His contrary determination seemed of less actuality than the imagined echoing of the splash that still hung in his brain. It was a thing far away, belonging to another time, another man; like the memory of a period of charming ignorance. The thought of it wove a strand of melancholy into his present mature realization like the delicate scent of blossoming trees borne to him on the evening air, barely perceptible and then lost in the pungency of the opium. The latter became, mystically, all China, the irresistible fascination that had gradually possessed his imagination, dulling the associations of his heredity and birth, calling him further and further into its secretive heart.
He returned to his room, where he put back the second ball in the tray of its chest. An extraordinary weariness hung over him, there was a sense of leaden weight in his arms and feet. Flashes of a different perception pierced his apathy; a voice, seemingly outside his being, whispered of danger, evil and danger…. A twisting leaf, he told himself again with his deep fatalism.

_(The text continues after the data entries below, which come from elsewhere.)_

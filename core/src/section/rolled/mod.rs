//! Rolled I-shapes: published dimensions and properties.
//!
//! Present American, European and Indian shapes, and older American editions and shapes no longer
//! rolled, which old bridges are made of. A shape that two editions hold bears the edition's year in
//! the name of the older row, such as `W36x150 (1994)`.

mod european;
mod indian;
mod older;
mod standard;
mod wide;

use crate::quantity::{Area, Inertia, Length, LineLoad, Modulus};
use crate::section::plate::{Flange, IShape, Published};
use crate::units::{Entered, Provenance};

/// One row of the catalogue.
#[derive(Clone, Copy, Debug, PartialEq)]
pub struct Rolled {
    /// Name, such as `W36x150`.
    pub name: &'static str,
    /// Table that the row was read from.
    pub table: &'static str,
    /// Nominal weight on a length.
    pub weight: LineLoad,
    /// Out-to-out depth.
    pub depth: Length,
    /// Width of a flange.
    pub width: Length,
    /// Thickness of a flange; mean thickness where it tapers.
    pub flange: Length,
    /// Thickness of the web.
    pub web: Length,
    /// Outer face of a flange to the toe of the fillet.
    pub fillet: Length,
    /// Area.
    pub area: Area,
    /// Second moment of area about the strong axis.
    pub inertia: Inertia,
    /// Elastic modulus about the strong axis.
    pub elastic: Modulus,
    /// Plastic modulus about the strong axis.
    pub plastic: Modulus,
}

/// A row in lb/ft, in, in2, in3, in4.
#[expect(clippy::too_many_arguments, reason = "the columns of a published table")]
const fn us(
    table: &'static str,
    name: &'static str,
    weight: f64,
    depth: f64,
    width: f64,
    flange: f64,
    web: f64,
    fillet: f64,
    area: f64,
    inertia: f64,
    elastic: f64,
    plastic: f64,
) -> Rolled {
    Rolled {
        name,
        table,
        weight: LineLoad::from_lb_ft(weight),
        depth: Length::from_inch(depth),
        width: Length::from_inch(width),
        flange: Length::from_inch(flange),
        web: Length::from_inch(web),
        fillet: Length::from_inch(fillet),
        area: Area::from_in2(area),
        inertia: Inertia::from_in4(inertia),
        elastic: Modulus::from_in3(elastic),
        plastic: Modulus::from_in3(plastic),
    }
}

/// A row in kg/m, mm, cm2, cm3, cm4.
#[expect(clippy::too_many_arguments, reason = "the columns of a published table")]
const fn si(
    table: &'static str,
    name: &'static str,
    weight: f64,
    depth: f64,
    width: f64,
    flange: f64,
    web: f64,
    fillet: f64,
    area: f64,
    inertia: f64,
    elastic: f64,
    plastic: f64,
) -> Rolled {
    Rolled {
        name,
        table,
        weight: LineLoad::from_kn_m(weight * 0.009_806_65),
        depth: Length::from_mm(depth),
        width: Length::from_mm(width),
        flange: Length::from_mm(flange),
        web: Length::from_mm(web),
        fillet: Length::from_mm(fillet),
        area: Area::from_mm2(area * 100.0),
        inertia: Inertia::from_mm4(inertia * 1e4),
        elastic: Modulus::from_mm3(elastic * 1e3),
        plastic: Modulus::from_mm3(plastic * 1e3),
    }
}

/// Every row, table by table.
pub fn all() -> impl Iterator<Item = &'static Rolled> {
    [wide::WIDE, standard::STANDARD, european::EUROPEAN, indian::INDIAN, older::OLDER].into_iter().flatten()
}

/// Letters and digits of a name in one form: `w 36 × 150` and `W36X150` are the same.
fn key(name: &str) -> impl Iterator<Item = char> + '_ {
    name.chars().filter(|c| !c.is_whitespace()).map(|c| if c == '×' { 'X' } else { c.to_ascii_uppercase() })
}

/// The shape of that name, whatever its case, spaces and sign of multiplication. The designation of
/// older drawings, such as `36 WF 150`, finds `W36x150`.
#[must_use]
pub fn find(name: &str) -> Option<&'static Rolled> {
    let plain = |name: &str| all().find(|shape| key(shape.name).eq(key(name)));
    plain(name).or_else(|| {
        let old: String = key(name).collect();
        let (depth, weight) = old.split_once("WF")?;
        plain(&format!("W{depth}X{weight}"))
    })
}

impl Rolled {
    /// The shape taken as published; `path` is that of the member's section in the document.
    #[must_use]
    pub fn shape(&'static self, path: &str) -> IShape {
        let entry = |field: &str, value: Length| Entered {
            value,
            readings: vec![value],
            written: vec![self.name.to_owned()],
            provenance: Provenance::Drawing,
            path: format!("{path}.{field}"),
            source: self.table,
        };
        let flange = |which: &str| Flange {
            width: entry(&format!("{which}.width"), self.width),
            thickness: entry(&format!("{which}.thickness"), self.flange),
        };
        IShape {
            depth: entry("depth", self.depth),
            top: flange("top"),
            bottom: flange("bottom"),
            web: entry("web", self.web),
            fillet: entry("fillet", self.fillet),
            published: Some(Published {
                name: self.name,
                source: self.table,
                area: self.area,
                inertia: self.inertia,
                elastic: self.elastic,
                plastic: self.plastic,
            }),
        }
    }
}

#[cfg(test)]
mod tests {
    use super::*;

    #[test]
    fn names_are_found_as_people_write_them() {
        for name in ["W36x150", "w36X150", " W 36 × 150", "36 WF 150", "36wf150"] {
            assert_eq!(find(name).map(|s| s.name), Some("W36x150"), "{name}");
        }
        assert_eq!(find("20 I 65.4").map(|s| s.name), Some("20 I 65.4"));
        assert_eq!(find("ipe300").map(|s| s.name), Some("IPE 300"));
        for name in ["", "W", "W36", "WF", "W36x151", "W36x150x2"] {
            assert_eq!(find(name), None, "{name}");
        }
    }

    #[test]
    fn no_name_stands_twice() {
        let mut names: Vec<String> = all().map(|s| key(s.name).collect()).collect();
        let count = names.len();
        names.sort();
        names.dedup();
        assert_eq!(names.len(), count);
        assert!(count >= 350, "{count}");
    }
}
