fn curved_line() -> impl Strategy<Value = InfluenceLine> {
    (length(4.0, 30.0), length(4.0, 30.0), 0.0..1.0, 0..4).prop_map(|(first, second, part, kind)| {
        let beam = TwoSpans { first, second };
        let station = part * (first + second);
        match kind {
            0 | 1 => beam.moment(station),
            2 => beam.shear(station, Side::Right),
            _ => beam.reaction(1),
        }
    })
}

fn any_line() -> impl Strategy<Value = InfluenceLine> {
    prop_oneof![simple_line(), curved_line()]
}

/// What differences are measured against: the weight at the peak of the line, which within a thousandth
/// of the beam from a support counts as that of a section there.
fn peak(line: &InfluenceLine, train: &AxleTrain) -> f64 {
    line.ordinates().scale() * train.weight().base()
}

fn values(line: &InfluenceLine, train: &AxleTrain, policy: AxlePolicy) -> (f64, f64) {
    let found = extremes(line, train, policy).expect("finite");
    (found.max.value, found.min.value)
}

fn closed(train: &AxleTrain) -> Vec<f64> {
    train.spacings().iter().map(|s| s.least().base()).collect()
}

/// Both extremes are met by the train at the position given for them, axle by axle.
fn reached(line: &InfluenceLine, train: &AxleTrain, policy: AxlePolicy) -> Result<(), TestCaseError> {
    let tolerance = 1e-11 * peak(line, train);
    let found = extremes(line, train, policy).expect("finite");
    for (governing, largest) in [(&found.max, true), (&found.min, false)] {
        let sum: f64 = governing.axles_on.iter().map(|a| a.load.base() * a.ordinate).sum();
        prop_assert!((sum - governing.value).abs() <= tolerance);
        if let Some(position) = &governing.position {
            let both = effect_at(line, train, position, policy).expect("a position of the train");
            let again = if largest { both.most } else { both.least };
            prop_assert!((again - governing.value).abs() <= tolerance, "{again} {governing:?}");
        } else {
            prop_assert_eq!(governing.value, 0.0);
        }
    }
    Ok(())
}

proptest! {
    #![proptest_config(ProptestConfig { cases: 192, failure_persistence: None, ..ProptestConfig::default() })]

    #[test]
    fn the_search_equals_summing_all_axles_anew(line in any_line(), train in train(11, 0)) {
        for policy in POLICIES {
            let (max, min) = values(&line, &train, policy);
            let (most, least) = reference::extremes(&line, &train, policy);
            let tolerance = 1e-12 * peak(&line, &train);
            // Below 1e-11 of the peak the search gives 0.
            prop_assert!((max - most).abs() <= tolerance || (max == 0.0 && most <= 10.0 * tolerance), "{max} {most}");
            prop_assert!((min - least).abs() <= tolerance || (min == 0.0 && least >= -10.0 * tolerance), "{min} {least}");
        }
    }

    #[test]
    fn one_variable_spacing_equals_all_vertices(line in simple_line(), train in train(6, 1)) {
        for policy in POLICIES {
            let (max, min) = values(&line, &train, policy);
            let (most, least) = reference::extremes(&line, &train, policy);
            let tolerance = 1e-11 * peak(&line, &train);
            prop_assert!((max - most).abs() <= tolerance && (min - least).abs() <= tolerance, "{max} {most} {min} {least}");
        }
    }

    #[test]
    fn positions_reproduce_their_values(line in any_line(), train in (0_usize..4).prop_flat_map(|v| train(9, v))) {
        for policy in POLICIES {
            reached(&line, &train, policy)?;
        }
    }

    #[test]
    fn turning_the_train_round_changes_nothing(line in any_line(), train in (0_usize..3).prop_flat_map(|v| train(8, v))) {
        for policy in POLICIES {
            let (max, min) = values(&line, &train, policy);
            let (most, least) = values(&line, &train.reversed(), policy);
            let tolerance = 1e-11 * peak(&line, &train);
            prop_assert!((max - most).abs() <= tolerance && (min - least).abs() <= tolerance);
        }
    }

    #[test]
    fn leaving_out_relieving_axles_never_helps(line in any_line(), train in (0_usize..3).prop_flat_map(|v| train(8, v))) {
        let (max, min) = values(&line, &train, AxlePolicy::AllCount);
        let (most, least) = values(&line, &train, AxlePolicy::NeglectRelieving);
        let tolerance = 1e-12 * peak(&line, &train);
        prop_assert!(min <= 0.0 && 0.0 <= max);
        prop_assert!(most >= max - tolerance && least <= min + tolerance);
    }

    #[test]
    fn a_wider_range_of_spacings_is_never_better(line in any_line(), train in train(7, 1), share in 0.0..1.0) {
        let (max, min) = values(&line, &train, AxlePolicy::AllCount);
        let inside = train.spacings().iter().map(|s| Spacing::Fixed(s.least() + share * (s.most() - s.least())));
        let fixed = made("fixed", train.axles().to_vec(), inside.collect());
        let (most, least) = values(&line, &fixed, AxlePolicy::AllCount);
        let tolerance = 1e-12 * peak(&line, &train);
        prop_assert!(max >= most - tolerance && min <= least + tolerance);
    }

    #[test]
    fn customary_units_change_nothing(
        span in 10..120_i32, tenth in 0..=10, axles in prop::collection::vec(1..60_i32, 2..8), gap in 3..20_i32,
    ) {
        let ratio = 4.448_221_615_260_5;
        let ft = |n: i32| Length::from_ft(f64::from(n));
        let m = |n: i32| Length::from_m(f64::from(n) * 0.3048);
        let gaps = |length: &dyn Fn(i32) -> Length| (1..axles.len()).map(|_| Spacing::Fixed(length(gap))).collect();
        let kip = axles.iter().map(|&p| Force::from_kip(f64::from(p))).collect();
        let kn = axles.iter().map(|&p| Force::from_kn(f64::from(p) * ratio)).collect();
        let of = |span: Length, train: &AxleTrain| {
            let line = simple_span::moment(span, span * f64::from(tenth) / 10.0).expect("inside");
            extremes(&line, train, AxlePolicy::AllCount).expect("finite").max.moment().in_kn_m()
        };
        let (us, metric) = (made("us", kip, gaps(&ft)), made("metric", kn, gaps(&m)));
        let (a, b) = (of(ft(span), &us), of(m(span), &metric));
        prop_assert!((a - b).abs() <= 1e-11 * a.max(1.0), "{a} {b}");
    }

    #[test]
    fn a_used_workspace_gives_the_same_digits(
        before in prop::collection::vec(any_line(), 1..4), lines in prop::collection::vec(any_line(), 1..4),
        first in (0_usize..3).prop_flat_map(|v| train(9, v)), second in (0_usize..3).prop_flat_map(|v| train(5, v)),
    ) {
        for policy in POLICIES {
            let (mut used, mut out, mut fresh) = (Workspace::default(), Vec::new(), Vec::new());
            envelope(&mut used, &before, &first, policy, &mut out).expect("finite");
            envelope(&mut used, &lines, &second, policy, &mut out).expect("finite");
            envelope(&mut Workspace::default(), &lines, &second, policy, &mut fresh).expect("finite");
            prop_assert_eq!(&out, &fresh);
            for (line, peaks) in lines.iter().zip(&out) {
                prop_assert_eq!(values(line, &second, policy), (peaks.max.value, peaks.min.value));
            }
        }
    }

    #[test]
    fn the_absolute_maximum_is_one(
        span in length(2.0, 40.0), train in (0_usize..2).prop_flat_map(|v| train(8, v)),
        lane in 0.0..20.0, part in prop::collection::vec(0.0..1.0, 8),
    ) {
        let w = LineLoad::from_kn_m(lane);
        let at = |x: Length| {
            let line = simple_span::moment(span, x).expect("inside");
            1.33 * extremes(&line, &train, AxlePolicy::AllCount).expect("finite").max.value
                + lane_extremes(&line, w).expect("finite").max
        };
        let found = absolute_maximum(span, &train, 1.33, Some(w)).expect("finite");
        let value = found.value.base();
        prop_assert!((at(found.station) - value).abs() <= 1e-11 * value, "reached");
        let near = [-1e-3, 1e-3].map(|d| (found.station.base() / span.base() + d).clamp(0.0, 1.0));
        for part in part.into_iter().chain(near) {
            prop_assert!(at(part * span) <= value * (1.0 + 1e-12), "nowhere more, {part}");
        }
        prop_assert!((found.train + found.lane - found.value).abs().base() <= 1e-12 * value);
    }
}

The memory of Gerrit Ammidon's crisp blue gaze, his vigorous gestures and speech, became an intolerable affront, representing the far lost point of his own departure. His contrary feelings met and grappled in his mind; but in the end the past, Salem, was always defeated, weaker, more faintly perceived. In a great many essentials, he told himself, he had become Chinese in sympathy and fiber.

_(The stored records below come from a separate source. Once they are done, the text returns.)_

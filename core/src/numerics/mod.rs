//! Numbers without meaning: no domain words in here.

mod cubic;
mod piecewise;
mod roots;

pub use cubic::Cubic;
pub use piecewise::{Piecewise, Run};
pub use roots::{Roots, quadratic};
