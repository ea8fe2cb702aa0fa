//! What is always true of steel girders, over sections drawn at random within the range of the formulas.

use girderbook_core::bridge::Straightness;
use girderbook_core::clauses::lrfd::steel::bearing::{BearingCase, Place, web_crippling, web_yielding};
use girderbook_core::clauses::lrfd::steel::composite::{self, CompositeCase};
use girderbook_core::clauses::lrfd::steel::flange::Hold;
use girderbook_core::clauses::lrfd::steel::lateral::Torsion;
use girderbook_core::clauses::lrfd::steel::noncomposite::{FlexureCase, nominal_moment};
use girderbook_core::clauses::lrfd::steel::service;
use girderbook_core::clauses::lrfd::steel::shear::{Panel, ShearCase, nominal_shear};
use girderbook_core::problem::Problem;
use girderbook_core::quantity::{Angle, Length, Moment, Stress};
use girderbook_core::resistance::plastic::plastic;
use girderbook_core::section::composite::{Composite, Slab};
use girderbook_core::section::effective::{Edge, Effective, Remains};
use girderbook_core::section::plate::IShape;
use girderbook_core::section::rolled;
use girderbook_core::worksheet::{Sheet, Silent, Val};
use girderbook_tests::steel::{plates, plates_in, remains};
use proptest::prelude::*;
use proptest::test_runner::RngSeed;

/// Depth of the web, flanges (width, thickness), web thickness: plates as old girders have them.
#[derive(Clone, Copy, Debug)]
struct Plates {
    web_depth: f64,
    t_w: f64,
    top: (f64, f64),
    bottom: (f64, f64),
}

impl Plates {
    fn shape(self) -> IShape {
        plates_in(self.web_depth + self.top.1 + self.bottom.1, self.top, self.t_w, self.bottom)
    }

    /// Whether appendix A6 is open to the flanges with these parts of them left: the standard itself
    /// jumps, by up to a fifth, where `I_yc` passes 0.3 `I_yt`; pairs across it are left out below.
    fn alike(self, parts: [f64; 3]) -> bool {
        let lateral = |flange: (f64, f64), part: f64| flange.1 * part * flange.0.powi(3);
        lateral(self.top, parts[0]) >= 0.3 * lateral(self.bottom, parts[2])
    }
}

fn any_plates() -> impl Strategy<Value = Plates> {
    (12.0..72.0_f64, 30.0..149.0_f64, 4.0..24.0_f64, 2.0..11.9_f64, 0.6..1.6_f64, 0.6..1.6_f64).prop_map(
        |(web_depth, slender, width, flange, wider, thicker)| {
            let thickness = width / (2.0 * flange);
            let bottom = (width * wider, (thickness * thicker).max(width * wider / 23.9));
            Plates { web_depth, t_w: web_depth / slender, top: (width, thickness), bottom }
        },
    )
}

#[derive(Clone, Copy, Debug)]
struct Brace {
    f_y: f64,
    l_b: Option<f64>,
    c_b: f64,
    torsion: Torsion,
}

fn moment(shape: &IShape, left: &Remains, b: Brace) -> Result<f64, Problem> {
    let section = Effective::at(&mut Silent, shape, left)?;
    let hold = b.l_b.map_or(Hold::Continuous, |l| Hold::At(Val::bare(Length::from_inch(l))));
    let case = FlexureCase {
        section: &section,
        f_y: Val::bare(Stress::from_ksi(b.f_y)),
        f_y_path: "y",
        pressed: Edge::Top,
        hold: &hold,
        c_b: Val::bare(b.c_b),
        torsion: b.torsion,
        skew: Val::bare(Angle::ZERO),
    };
    nominal_moment(&mut Silent, &case).map(|m| m.q.in_kip_in())
}

fn torsions() -> impl Strategy<Value = Torsion> {
    prop_oneof![Just(Torsion::Counted), Just(Torsion::Neglected)]
}

/// The same draws every time, unless `PROPTEST_RNG_SEED` asks for others.
fn config() -> ProptestConfig {
    let asked = ProptestConfig::default();
    let rng_seed = match asked.rng_seed {
        RngSeed::Random => RngSeed::Fixed(20),
        fixed => fixed,
    };
    ProptestConfig { rng_seed, failure_persistence: None, max_global_rejects: 100_000, ..asked }
}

The lamp threw a smooth gleam over the mango wood chest, and he bent, turning the key in the ornamental brass lock. He could reconsider the disposal of the opium to-morrow; there was no hurry; he had no intention of becoming a victim to the drug. That would be an inconceivable stupidity, the negation of all the philosophy he had gained. Very occasionally—
His thoughts swung to the surprising fact of Ammidon's Chinese wife: if, as he had first suspected, she were a common woman of the port who had made a fool of the dull sailor he perceived the making of a very entertaining comedy. There would be the keenest irony in exposing her to himself before the complacent ignorance of her husband. He knew such women: convicted in Chinese, perhaps before the entire Ammidon family, not a muscle of her face would betray surprise or concern. She might try to murder him, very ingeniously, but never descend to the intrigue, the lies, of a Western woman placed in the same position. She'd stoically accept the situation. These visions ran rapidly, vividly, through his brain; he was accustomed to them; a greater part of his waking life was filled with such pictures, infinitely more alluring, persuasive, than the disappointing actuality. He got out of his clothes, and, in a loose gown of black silk, sat at his open window, his chin sunk in the palm of a hand, his face set against the night.